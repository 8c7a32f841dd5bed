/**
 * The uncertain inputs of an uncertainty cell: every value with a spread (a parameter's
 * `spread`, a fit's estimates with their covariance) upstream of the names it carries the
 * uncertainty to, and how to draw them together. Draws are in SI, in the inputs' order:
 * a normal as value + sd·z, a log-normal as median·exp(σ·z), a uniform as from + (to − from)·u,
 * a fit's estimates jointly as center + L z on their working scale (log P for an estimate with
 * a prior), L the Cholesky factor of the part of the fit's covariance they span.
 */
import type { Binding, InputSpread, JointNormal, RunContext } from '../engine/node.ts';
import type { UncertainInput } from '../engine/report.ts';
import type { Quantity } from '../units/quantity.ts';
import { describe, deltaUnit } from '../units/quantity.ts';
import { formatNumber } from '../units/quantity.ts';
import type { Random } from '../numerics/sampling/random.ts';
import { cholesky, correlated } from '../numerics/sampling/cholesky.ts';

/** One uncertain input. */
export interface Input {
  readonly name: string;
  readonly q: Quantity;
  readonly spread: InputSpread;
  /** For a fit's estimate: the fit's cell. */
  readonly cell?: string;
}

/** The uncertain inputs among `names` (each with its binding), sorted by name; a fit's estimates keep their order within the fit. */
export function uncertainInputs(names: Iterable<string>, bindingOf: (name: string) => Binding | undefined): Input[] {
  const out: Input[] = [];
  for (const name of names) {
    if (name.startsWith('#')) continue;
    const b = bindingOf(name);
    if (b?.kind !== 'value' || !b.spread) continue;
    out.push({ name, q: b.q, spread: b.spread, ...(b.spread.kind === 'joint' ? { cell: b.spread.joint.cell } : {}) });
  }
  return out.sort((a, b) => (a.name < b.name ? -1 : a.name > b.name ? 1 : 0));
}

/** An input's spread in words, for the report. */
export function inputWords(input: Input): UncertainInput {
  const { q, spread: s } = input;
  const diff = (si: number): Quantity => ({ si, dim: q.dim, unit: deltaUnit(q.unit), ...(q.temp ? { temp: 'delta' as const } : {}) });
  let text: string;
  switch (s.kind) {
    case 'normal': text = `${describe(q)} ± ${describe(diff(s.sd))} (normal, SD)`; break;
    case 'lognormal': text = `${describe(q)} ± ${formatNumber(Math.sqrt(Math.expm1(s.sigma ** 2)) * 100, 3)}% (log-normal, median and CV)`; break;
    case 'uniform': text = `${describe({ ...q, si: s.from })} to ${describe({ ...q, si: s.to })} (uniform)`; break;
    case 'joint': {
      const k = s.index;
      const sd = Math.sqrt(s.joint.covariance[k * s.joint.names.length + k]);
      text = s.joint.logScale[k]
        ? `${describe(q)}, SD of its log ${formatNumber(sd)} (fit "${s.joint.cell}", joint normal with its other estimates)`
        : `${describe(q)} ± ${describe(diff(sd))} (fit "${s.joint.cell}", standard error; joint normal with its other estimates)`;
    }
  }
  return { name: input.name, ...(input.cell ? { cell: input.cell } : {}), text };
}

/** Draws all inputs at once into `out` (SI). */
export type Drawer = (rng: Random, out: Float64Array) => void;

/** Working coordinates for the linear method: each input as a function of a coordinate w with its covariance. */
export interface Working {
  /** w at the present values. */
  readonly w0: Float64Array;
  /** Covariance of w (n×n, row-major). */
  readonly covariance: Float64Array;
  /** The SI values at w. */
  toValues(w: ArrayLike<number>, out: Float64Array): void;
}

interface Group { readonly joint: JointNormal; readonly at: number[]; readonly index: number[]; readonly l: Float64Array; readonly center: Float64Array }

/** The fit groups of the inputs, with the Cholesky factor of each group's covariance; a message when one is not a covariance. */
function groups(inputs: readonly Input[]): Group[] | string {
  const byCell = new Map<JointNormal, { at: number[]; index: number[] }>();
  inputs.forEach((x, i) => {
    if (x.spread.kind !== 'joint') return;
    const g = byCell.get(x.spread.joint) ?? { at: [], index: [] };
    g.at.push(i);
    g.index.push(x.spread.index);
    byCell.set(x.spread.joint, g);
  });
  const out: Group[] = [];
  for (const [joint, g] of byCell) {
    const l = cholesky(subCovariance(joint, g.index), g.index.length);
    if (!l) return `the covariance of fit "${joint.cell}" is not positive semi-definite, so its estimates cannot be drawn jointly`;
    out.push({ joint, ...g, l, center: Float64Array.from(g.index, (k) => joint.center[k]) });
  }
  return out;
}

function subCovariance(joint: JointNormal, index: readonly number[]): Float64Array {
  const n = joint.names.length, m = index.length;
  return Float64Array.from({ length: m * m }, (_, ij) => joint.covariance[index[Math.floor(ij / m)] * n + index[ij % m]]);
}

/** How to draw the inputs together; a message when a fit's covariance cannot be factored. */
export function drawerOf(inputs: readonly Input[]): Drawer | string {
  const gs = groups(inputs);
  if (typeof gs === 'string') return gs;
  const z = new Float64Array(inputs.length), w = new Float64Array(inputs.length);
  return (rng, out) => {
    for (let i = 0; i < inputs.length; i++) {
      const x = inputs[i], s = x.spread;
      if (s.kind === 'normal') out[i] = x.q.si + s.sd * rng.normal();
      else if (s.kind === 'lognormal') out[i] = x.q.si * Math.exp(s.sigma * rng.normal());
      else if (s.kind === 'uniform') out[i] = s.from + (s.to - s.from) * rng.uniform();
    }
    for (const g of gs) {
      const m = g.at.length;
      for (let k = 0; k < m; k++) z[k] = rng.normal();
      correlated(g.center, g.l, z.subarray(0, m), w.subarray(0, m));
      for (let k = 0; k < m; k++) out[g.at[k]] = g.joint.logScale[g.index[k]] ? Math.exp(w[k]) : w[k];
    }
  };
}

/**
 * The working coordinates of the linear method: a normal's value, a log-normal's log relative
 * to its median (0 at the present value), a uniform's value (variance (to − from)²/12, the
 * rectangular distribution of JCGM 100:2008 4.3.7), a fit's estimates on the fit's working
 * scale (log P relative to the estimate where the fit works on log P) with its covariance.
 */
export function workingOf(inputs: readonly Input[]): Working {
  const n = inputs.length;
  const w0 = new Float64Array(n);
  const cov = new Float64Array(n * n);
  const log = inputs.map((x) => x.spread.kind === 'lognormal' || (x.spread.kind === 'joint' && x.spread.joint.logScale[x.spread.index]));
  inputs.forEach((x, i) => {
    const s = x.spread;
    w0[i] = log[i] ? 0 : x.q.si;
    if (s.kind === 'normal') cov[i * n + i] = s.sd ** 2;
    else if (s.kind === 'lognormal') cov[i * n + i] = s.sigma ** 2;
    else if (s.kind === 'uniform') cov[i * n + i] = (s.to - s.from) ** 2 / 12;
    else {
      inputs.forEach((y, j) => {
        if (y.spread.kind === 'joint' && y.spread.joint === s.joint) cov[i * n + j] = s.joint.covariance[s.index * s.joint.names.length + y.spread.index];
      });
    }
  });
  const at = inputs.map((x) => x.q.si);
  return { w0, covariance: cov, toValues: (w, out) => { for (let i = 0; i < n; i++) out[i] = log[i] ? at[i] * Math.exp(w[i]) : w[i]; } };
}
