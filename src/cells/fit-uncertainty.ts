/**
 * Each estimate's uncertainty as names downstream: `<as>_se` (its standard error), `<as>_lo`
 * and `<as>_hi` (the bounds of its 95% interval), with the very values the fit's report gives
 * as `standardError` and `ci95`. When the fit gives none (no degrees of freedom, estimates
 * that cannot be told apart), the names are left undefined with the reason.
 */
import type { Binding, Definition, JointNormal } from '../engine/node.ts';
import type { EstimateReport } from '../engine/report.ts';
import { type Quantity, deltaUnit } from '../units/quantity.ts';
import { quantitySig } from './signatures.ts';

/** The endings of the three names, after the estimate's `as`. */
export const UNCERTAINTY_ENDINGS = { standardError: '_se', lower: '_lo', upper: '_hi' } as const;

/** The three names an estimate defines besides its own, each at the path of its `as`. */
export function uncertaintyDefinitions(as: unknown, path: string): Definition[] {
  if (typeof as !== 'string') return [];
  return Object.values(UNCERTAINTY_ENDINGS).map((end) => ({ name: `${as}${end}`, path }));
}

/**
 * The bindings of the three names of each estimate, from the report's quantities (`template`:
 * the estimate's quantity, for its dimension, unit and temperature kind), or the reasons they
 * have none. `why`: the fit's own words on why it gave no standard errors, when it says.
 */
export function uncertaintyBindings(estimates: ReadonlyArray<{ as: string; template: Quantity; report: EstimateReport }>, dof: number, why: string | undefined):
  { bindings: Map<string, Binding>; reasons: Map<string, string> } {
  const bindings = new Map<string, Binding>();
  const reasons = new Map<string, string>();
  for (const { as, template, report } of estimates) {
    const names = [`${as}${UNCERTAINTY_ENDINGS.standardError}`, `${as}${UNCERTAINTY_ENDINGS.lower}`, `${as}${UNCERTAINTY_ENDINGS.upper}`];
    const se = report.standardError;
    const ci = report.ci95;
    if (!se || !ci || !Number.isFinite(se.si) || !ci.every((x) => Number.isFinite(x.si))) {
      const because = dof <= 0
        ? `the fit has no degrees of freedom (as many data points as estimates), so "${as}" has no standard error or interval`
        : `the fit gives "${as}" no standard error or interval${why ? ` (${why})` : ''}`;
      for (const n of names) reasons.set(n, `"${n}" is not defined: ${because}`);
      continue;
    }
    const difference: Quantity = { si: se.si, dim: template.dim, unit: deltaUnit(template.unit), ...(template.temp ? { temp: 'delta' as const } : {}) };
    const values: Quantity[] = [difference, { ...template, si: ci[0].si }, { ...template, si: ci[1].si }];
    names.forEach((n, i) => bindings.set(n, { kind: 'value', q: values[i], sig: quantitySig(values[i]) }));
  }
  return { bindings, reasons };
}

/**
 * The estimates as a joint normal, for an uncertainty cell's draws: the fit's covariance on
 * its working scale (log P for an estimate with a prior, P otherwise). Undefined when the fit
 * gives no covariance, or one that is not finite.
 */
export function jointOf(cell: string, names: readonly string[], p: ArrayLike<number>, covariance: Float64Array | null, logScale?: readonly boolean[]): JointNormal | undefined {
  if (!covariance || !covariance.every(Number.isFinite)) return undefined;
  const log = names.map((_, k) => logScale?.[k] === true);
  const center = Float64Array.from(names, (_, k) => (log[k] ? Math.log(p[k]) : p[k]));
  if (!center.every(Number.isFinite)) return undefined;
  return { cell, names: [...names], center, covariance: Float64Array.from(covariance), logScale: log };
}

•••••

Work task:
Copy out word for word each line of the listing, from the very first line down to the line containing "a normal as", and stop after that line.

Response area:
repository 8c7a32f841dd5bed
/**
 * The uncertain inputs of an uncertainty cell: every value with a spread (a parameter's
 * `spread`, a fit's estimates with their covariance) upstream of the names it carries the
 * uncertainty to, and how to draw them together. Draws are in SI, in the inputs' order:
 * a normal as value + sd·z, a log-normal as median·exp(σ·z), a uniform as from + (to − from)·u,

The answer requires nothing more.